Blade my dad made up for clearing under trailers.


----------



## paponte (Oct 28, 2003)

Very cool pics Dave. Just make sure you don't leave your Dad in there! :laughing:


----------



## JD Dave (Mar 20, 2007)

paponte;1148394 said:


> Very cool pics Dave. Just make sure you don't leave your Dad in there! :laughing:


Thanks LOL


----------



## Jelinek61 (Mar 16, 2009)

Really nice farming equipment. How many employees do you have on average (winter and planting/harvest)?


----------



## JD Dave (Mar 20, 2007)

Jelinek61;1148428 said:


> Really nice farming equipment. How many employees do you have on average (winter and planting/harvest)?


We have 1 fulltime year round and we have 14 machinery operators that come in when it snows. My parents still help us out year round also.


----------



## Jelinek61 (Mar 16, 2009)

JD Dave;1148436 said:


> We have 1 fulltime year round and we have 14 machinery operators that come in when it snows. My parents still help us out year round also.

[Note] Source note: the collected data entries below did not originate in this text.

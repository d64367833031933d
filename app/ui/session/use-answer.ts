import { useCallback, useEffect, useRef, useState } from "react";
import { isKind } from "../../../core/errors.ts";
import { useSession } from "./use-session.tsx";

/** An answer of the desk: the last one that came stays until the next is there. */
export interface Answer<T> {
  readonly value: T | null;
  /** What the value was asked for; it may lag behind. */
  readonly valueKey: string | null;
  /** True while a newer answer is on its way. */
  readonly isWaiting: boolean;
  /** Why there is none, in words. */
  readonly error: string | null;
  retry(): void;
}

interface Held<T> {
  readonly value: T | null;
  readonly valueKey: string | null;
  readonly doneKey: string | null;
  readonly error: string | null;
}

interface Question<T> {
  readonly key: string;
  readonly ask: (task: number) => Promise<T>;
}

const NOTHING = { value: null, valueKey: null, doneKey: null, error: null } as const;

/**
 * Ask the desk whenever `key` changes. One question is under way at a time and only the newest waits, so that a drag
 * through time shows what it can and never queues up.
 *
 * @param key        Names the answer; null asks nothing.
 * @param ask        Gets the number of its task.
 * @param supersedes True cancels the task under way for a newer question; false lets short ones finish and be shown.
 * @param keep       Whether an old value may stay on the screen for a new key.
 */
export function useAnswer<T>(
  key: string | null,
  ask: (task: number) => Promise<T>,
  supersedes: boolean,
  keep: (oldKey: string, newKey: string) => boolean = () => true,
): Answer<T> {
  const session = useSession();
  const [held, setHeld] = useState<Held<T>>(NOTHING);
  const [attempt, setAttempt] = useState(0);
  const running = useRef<{ task: number; key: string } | null>(null);
  const next = useRef<Question<T> | null>(null);
  const wanted = useRef<string | null>(null);
  const newest = useRef(ask);
  newest.current = ask;
  const asked = key === null ? null : `${key} #${attempt}`;

  const run = useCallback(
    (question: Question<T>): void => {
      const task = session.newTask();
      running.current = { task, key: question.key };
      const settle = (change: (before: Held<T>) => Held<T>): void => {
        running.current = null;
        // What is no longer wanted at all is dropped; what is only a step behind is shown.
        if (wanted.current !== null && (wanted.current === question.key || !supersedes)) setHeld(change);
        const queued = next.current;
        next.current = null;
        if (queued !== null && queued.key === wanted.current) run(queued);
      };
      question.ask(task).then(
        (value) => settle(() => ({ value, valueKey: question.key, doneKey: question.key, error: null })),
        (error: unknown) =>
          settle((before) => ({
            ...before,
            doneKey: question.key,
            error: isKind(error, "Cancelled")
              ? wanted.current === question.key
                ? "It was cancelled."
                : null
              : error instanceof Error
                ? error.message
                : String(error),
          })),
      );
    },
    [session, supersedes],
  );

  useEffect(() => {
    wanted.current = asked;
    if (asked === null) return;
    const question = { key: asked, ask: (task: number) => newest.current(task) };
    if (running.current === null) run(question);
    else if (running.current.key !== asked) {
      next.current = question;
      if (supersedes) void session.cancel(running.current.task);
    }
    return () => {
      wanted.current = null;
    };
  }, [asked, run, session, supersedes]);

  useEffect(
    () => () => {
      next.current = null;
    },
    [],
  );

  const isUsable = held.valueKey !== null && asked !== null && keep(held.valueKey, asked);
  return {
    value: isUsable ? held.value : null,
    valueKey: isUsable ? held.valueKey : null,
    isWaiting: asked !== null && held.doneKey !== asked,
    error: held.doneKey === asked ? held.error : null,
    retry: () => setAttempt((count) => count + 1),
  };
}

Nice, still keeping it a family operation. I bet you get plenty of people wanting a job with that kind of equipment and operation.


----------



## mossman381 (Nov 17, 2009)

Love all that john deere green


----------



## JD Dave (Mar 20, 2007)

Sorry we can't embed video's anymore. Here's how we clean under semi trailers in big storms. http://s181.photobucket.com/albums/x277/JDDave/?action=view&current=DSCN3163.mp4


----------



## JD Dave (Mar 20, 2007)

Loading snow http://s181.photobucket.com/albums/x277/JDDave/?action=view&current=DSCN3183.mp4 http://s181.photobucket.com/albums/x277/JDDave/?action=view&current=DSCN3190.mp4

Telehandler pushing pile back. http://s181.photobucket.com/albums/x277/JDDave/?action=view&current=SANY0116.flv


----------



## mossman381 (Nov 17, 2009)

Now that is how you stack snow Thumbs Up


----------



## CGM Inc. (Dec 15, 2008)

JD Dave;1158236 said:


> Loading snow http://s181.photobucket.com/albums/x277/JDDave/?action=view&current=DSCN3163.mp4
> 
> Telehandler pushing pile back. http://s181.photobucket.com/albums/x277/JDDave/?action=view&current=SANY0116.flv


Is this usually part of the contract for you?


----------



## mossman381 (Nov 17, 2009)

Dave, you got two videos of the trailer blade. I don't see any loading snow.


----------



## JD Dave (Mar 20, 2007)

Cedar Grounds;1158289 said:


> Is this usually part of the contract for you?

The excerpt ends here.